## [What to do]
For the data below, restate word for word only the lines from the line containing "import org.shutline.analysis.Restoration;" through the line containing "for valve inspection", both ends included.

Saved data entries
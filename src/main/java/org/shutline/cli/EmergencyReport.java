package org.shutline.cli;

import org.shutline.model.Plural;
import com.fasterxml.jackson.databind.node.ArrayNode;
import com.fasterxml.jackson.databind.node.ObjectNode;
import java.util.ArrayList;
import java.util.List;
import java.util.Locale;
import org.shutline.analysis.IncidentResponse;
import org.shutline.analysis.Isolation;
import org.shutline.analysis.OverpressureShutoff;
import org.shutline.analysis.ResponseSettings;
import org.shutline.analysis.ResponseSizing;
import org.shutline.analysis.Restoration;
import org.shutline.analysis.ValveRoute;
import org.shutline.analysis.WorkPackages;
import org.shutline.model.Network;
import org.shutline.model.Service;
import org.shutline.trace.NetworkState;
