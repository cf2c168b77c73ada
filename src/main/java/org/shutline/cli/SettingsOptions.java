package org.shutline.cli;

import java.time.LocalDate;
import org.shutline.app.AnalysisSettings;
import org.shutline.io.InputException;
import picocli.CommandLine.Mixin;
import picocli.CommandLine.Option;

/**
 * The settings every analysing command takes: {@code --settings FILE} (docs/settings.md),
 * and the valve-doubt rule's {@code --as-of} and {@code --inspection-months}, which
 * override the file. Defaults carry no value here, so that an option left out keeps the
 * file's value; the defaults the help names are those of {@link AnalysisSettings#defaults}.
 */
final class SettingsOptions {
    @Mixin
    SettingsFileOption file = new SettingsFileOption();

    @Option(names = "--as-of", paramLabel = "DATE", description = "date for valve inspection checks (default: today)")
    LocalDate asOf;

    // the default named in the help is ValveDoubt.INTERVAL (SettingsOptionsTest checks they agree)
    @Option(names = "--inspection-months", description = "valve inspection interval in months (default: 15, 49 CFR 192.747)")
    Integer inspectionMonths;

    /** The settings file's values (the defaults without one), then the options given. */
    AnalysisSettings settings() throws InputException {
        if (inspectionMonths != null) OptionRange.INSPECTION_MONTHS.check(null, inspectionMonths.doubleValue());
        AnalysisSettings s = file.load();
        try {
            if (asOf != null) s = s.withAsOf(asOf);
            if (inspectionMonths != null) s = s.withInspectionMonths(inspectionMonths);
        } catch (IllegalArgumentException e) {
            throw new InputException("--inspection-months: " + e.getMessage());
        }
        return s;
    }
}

## [Answer to this exercise]
import org.shutline.analysis.Restoration;
import org.shutline.analysis.ValveRoute;
import org.shutline.analysis.WorkPackages;
import org.shutline.model.Network;
import org.shutline.model.Service;
import org.shutline.trace.NetworkState;
repository cf2c168b77c73ada
filename src/main/java/org/shutline/cli/SettingsOptions.java
package org.shutline.cli;

import java.time.LocalDate;
import org.shutline.app.AnalysisSettings;
import org.shutline.io.InputException;
import picocli.CommandLine.Mixin;
import picocli.CommandLine.Option;

/**
 * The settings every analysing command takes: {@code --settings FILE} (docs/settings.md),
 * and the valve-doubt rule's {@code --as-of} and {@code --inspection-months}, which
 * override the file. Defaults carry no value here, so that an option left out keeps the
 * file's value; the defaults the help names are those of {@link AnalysisSettings#defaults}.
 */
final class SettingsOptions {
    @Mixin
    SettingsFileOption file = new SettingsFileOption();

    @Option(names = "--as-of", paramLabel = "DATE", description = "date for valve inspection checks (default: today)")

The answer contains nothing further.